I might first think about using a good shop vac and start sucking at the feed from the water heater or main entrance. open all taps, and of course close main valve. I think the line would have to reseparated at the tank. The dishwasher fill would have to be activated to open valve.

??

greg

Reply to
GregS

Do one tap at a time, or valve.

greg

Reply to
GregS

Hi GregS, Unfortunately, we do not have a "shop vac". My vacuum cleaner isn't likely to do the job either ...

I will try tonight to remove the inlet water line if I can find where it goes and to remove the solonoid to see if either have a screen.

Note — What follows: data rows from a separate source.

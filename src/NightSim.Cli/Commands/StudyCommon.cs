using System.CommandLine;
using System.Diagnostics;
using System.Globalization;
using NightSim.Cli.Plotting;
using NightSim.Netlist;
using NightSim.Reporting;
using NightSim.Runs;
using NightSim.Sky;
using NightSim.Studies;
using OxyPlot;

namespace NightSim.Cli.Commands;

/// <summary>What the study verbs (spread, sweep, year) share: options, loading, workers with progress and Ctrl+C,
/// shard files, and writing plots.</summary>
internal static class StudyCommon
{
    /// <summary>Exit code when Ctrl+C stopped a study (what finished was written).</summary>
    public const int Interrupted = 130;

    /// <summary>Writes one shard's file (refused when the shard was stopped before it finished) and says how to join
    /// the shards. <paramref name="noun"/> names the items ("runs", "points", "nights").</summary>
    public static int WriteShard<T>(ShardSpec shard, string dir, StudyHeader header, List<T> done, bool complete, int total,
        string noun, TextWriter output, TextWriter error) where T : IStudyItem
    {
        if (!complete)
        {
            error.WriteLine($"stopped: shard {shard.Index}/{shard.Count} incomplete ({done.Count} {noun} finished); no shard file written. Run the shard again.");
            return Interrupted;
        }
        string path = Path.Combine(dir, shard.FileName);
        OutputException.Guard(path, () => ShardFile.Write(path, header, shard, done.Cast<IStudyItem>()));
        output.WriteLine($"wrote {path} ({done.Count} of {total} {noun}); join the shards with: nightsim merge DIR... --out DIR");
        return CliErrors.Success;
    }

    public sealed record Options(
        Argument<FileInfo> Netlist,
        Option<FileInfo[]> Scenario,
        Option<int?> Workers,
        Option<string?> Shard,
        Option<DirectoryInfo?> Out,
        Option<string> Format,
        Option<bool> NoProgress);

    /// <summary>Adds the shared arguments and options to <paramref name="command"/>.</summary>
    /// <param name="severalScenarios">--scenario may be given more than once (the sweep runs every point in each).</param>
    public static Options Add(Command command, string defaultOut, bool severalScenarios = false)
    {
        var o = new Options(
            new Argument<FileInfo>("NETLIST") { Description = "Netlist JSON file." },
            new Option<FileInfo[]>("--scenario", "-s")
            {
                Description = severalScenarios
                    ? "Scenario JSON; repeat it to run every point in each scenario. Default: <netlist>.scenario.json beside the netlist."
                    : "Scenario JSON. Default: <netlist>.scenario.json beside the netlist.",
                HelpName = "FILE",
                Arity = severalScenarios ? ArgumentArity.ZeroOrMore : ArgumentArity.ZeroOrOne,
                AllowMultipleArgumentsPerToken = false,
            },
            new Option<int?>("--workers", "-j") { Description = "Worker threads (default: one per core). Results do not depend on it.", HelpName = "N" },
            new Option<string?>("--shard") { Description = "Run only shard i of n (1-based) and write shard-i-of-n.json; join with `nightsim merge`.", HelpName = "i/n" },
            new Option<DirectoryInfo?>("--out") { Description = $"Output folder (default {defaultOut}).", HelpName = "DIR" },
            new Option<string>("--format") { Description = "Terminal output: text or json.", DefaultValueFactory = _ => "text" },
            new Option<bool>("--no-progress") { Description = "No progress lines on standard error." });
        o.Format.AcceptOnlyFromAmong("text", "json");
        command.Arguments.Add(o.Netlist);
        command.Options.Add(o.Scenario);
        command.Options.Add(o.Workers);
        command.Options.Add(o.Shard);
        command.Options.Add(o.Out);
        command.Options.Add(o.Format);
        command.Options.Add(o.NoProgress);
        return o;
    }

    /// <summary>The one --scenario given, or null (a study that takes one scenario).</summary>
    public static string? ScenarioPath(ParseResult pr, Options o) => pr.GetValue(o.Scenario) is { Length: > 0 } f ? f[0].ToString() : null;

    public static string Tool => "nightsim " + typeof(StudyCommon).Assembly.GetName().Version?.ToString(3);

    /// <summary>Loads the netlist and scenario into a run request; input problems throw (exit 2).</summary>
    public static NightRunRequest Load(string netlistPath, string? scenarioPath, TextWriter error)
    {
        if (!File.Exists(netlistPath)) throw new StudyFileException([$"{netlistPath}: error at $: file not found. hint: check the path"]);
        NetlistLoadResult loaded = NetlistLoader.Read(netlistPath);
        foreach (NetlistError w in loaded.Warnings) error.WriteLine(w.ToString());
        if (!loaded.IsValid) throw new StudyFileException([.. loaded.Errors.Select(e => e.ToString())]);
        string? sc = scenarioPath ?? SimulateNight.CompanionScenario(netlistPath);
        if (sc is null) throw new StudyFileException([$"{netlistPath}: error: no scenario. hint: give --scenario FILE or put {Path.GetFileNameWithoutExtension(netlistPath)}.scenario.json beside the netlist"]);
        LightScenario scenario = ScenarioLoader.LoadOrThrow(sc);
        // A study keeps each run's outcome only: no night or zoom plot data is built for its runs.
        return new NightRunRequest { Netlist = loaded.Definition!, NetlistPath = netlistPath, Scenario = scenario, ScenarioPath = sc, Tool = Tool };
    }

    /// <summary>Creates the output folder; a file in its place, or a folder that cannot be made, is an output failure (exit 5).</summary>
    public static string OutDir(DirectoryInfo? given, string fallback)
    {
        string dir = (given ?? new DirectoryInfo(fallback)).FullName;
        if (File.Exists(dir)) throw new OutputException(dir, new IOException("it is a file, not a folder"));
        OutputException.Guard(dir, () => Directory.CreateDirectory(dir));
        return dir;
    }

    /// <summary>Runs the items with workers, progress lines on stderr and Ctrl+C; returns the finished items in index order
    /// and whether all finished.</summary>
    public static (List<T> Items, bool Complete) RunItems<T>(string what, IReadOnlyList<int> indices, Func<int, T> work, int? workers,
        bool progress, TextWriter error) where T : class
    {
        using var cts = new CancellationTokenSource();
        ConsoleCancelEventHandler handler = (_, e) =>
        {
            e.Cancel = true;
            if (!cts.IsCancellationRequested) error.WriteLine($"stopping: letting the {what} in progress finish, then writing what is done (Ctrl+C again to abort)");
            else Environment.Exit(Interrupted);
            cts.Cancel();
        };
        Console.CancelKeyPress += handler;
        try
        {
            var printer = progress ? new ProgressLines(what, error) : null;
            T?[] results = StudyRunner.Run(indices, work, workers ?? Environment.ProcessorCount, cts.Token, printer);
            var items = results.Where(r => r is not null).Select(r => r!).ToList();
            printer?.Done(items.Count == indices.Count);
            return (items, items.Count == indices.Count);
        }
        finally
        {
            Console.CancelKeyPress -= handler;
        }
    }

    /// <summary>Parses --shard; null for the whole study. A bad value is a usage mistake (thrown as <see cref="UsageException"/>).</summary>
    public static ShardSpec ParseShard(string? text)
    {
        if (text is null) return ShardSpec.All;
        return ShardSpec.Parse(text, out string? error) ?? throw new UsageException(error!);
    }

    /// <summary>Writes a plot as SVG and PNG, and returns its inline figure for the page.</summary>
    public static HtmlFigure Plot(PlotModel model, string dir, string stem, string caption, List<string> written, ref string? warning)
    {
        (PlotFiles files, HtmlFigure figure) = PlotWriter.WriteWithFigure(model, dir, stem, caption, stem + "-");
        written.Add(files.SvgPath);
        if (files.PngPath is not null) written.Add(files.PngPath);
        warning ??= files.Warning;
        return figure;
    }

    /// <summary>Round-trips an item through its JSON form, so a study written at once holds exactly what a joined one does.</summary>
    public static List<T> Normalise<T>(IEnumerable<T> items, Func<System.Text.Json.JsonElement, T> read) where T : IStudyItem
    {
        var list = new List<T>();
        foreach (T item in items)
        {
            byte[] bytes = StudyJson.Bytes(item.Write);
            using var doc = System.Text.Json.JsonDocument.Parse(bytes);
            list.Add(read(doc.RootElement));
        }
        return list;
    }

    /// <summary>Progress on stderr: at most one line every two seconds, after a quiet first second, with the time left.</summary>
    private sealed class ProgressLines(string what, TextWriter error) : IProgress<StudyProgress>
    {
        private readonly Stopwatch _clock = Stopwatch.StartNew();
        private readonly Lock _lock = new();
        private TimeSpan _last = TimeSpan.FromSeconds(-1);
        private bool _any;

        public void Report(StudyProgress p)
        {
            lock (_lock)
            {
                TimeSpan now = _clock.Elapsed;
                if (now < TimeSpan.FromSeconds(1) || now - _last < TimeSpan.FromSeconds(2)) return;
                _last = now;
                _any = true;
                double left = now.TotalSeconds / p.Done * (p.Total - p.Done);
                error.WriteLine(string.Create(CultureInfo.InvariantCulture, $"{what}: {p.Done}/{p.Total} ({100.0 * p.Done / p.Total:0} %), about {ReportText.Duration(Math.Round(left))} left"));
            }
        }

        public void Done(bool complete)
        {
            if (_any) error.WriteLine(string.Create(CultureInfo.InvariantCulture, $"{what}: {(complete ? "done" : "stopped")} after {ReportText.Duration(Math.Round(_clock.Elapsed.TotalSeconds))}"));
        }
    }
}

/// <summary>A command-line mistake found after parsing (exit code 1).</summary>
internal sealed class UsageException(string message) : Exception(message);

If it's not that, then I'll look at the "float" and the "nozzle" wherever they are, but first I'll try to see if it's the blue solonoid or the hidden inlet screen if there is any.

Donna

Reply to
Donna Ohl, Grady Volunteer Coo

clog can be anywhere and is likely multiple locations.......

good luck and replace you galvanized ASAP the rough interior surface of galvanized pipe leads to gunk accumulating and breaking lose causing clogs of all types.

soleanoid valves are easy to replace but expensive

Reply to
hallerb

In the unlikely event that it needs it, she can have the solenoid from my junk dishwasher, I haven't had a chance to haul it to the dump yet. I see free dishwashers on craigslist all the time, most are made by just a few different brands and have many parts in common.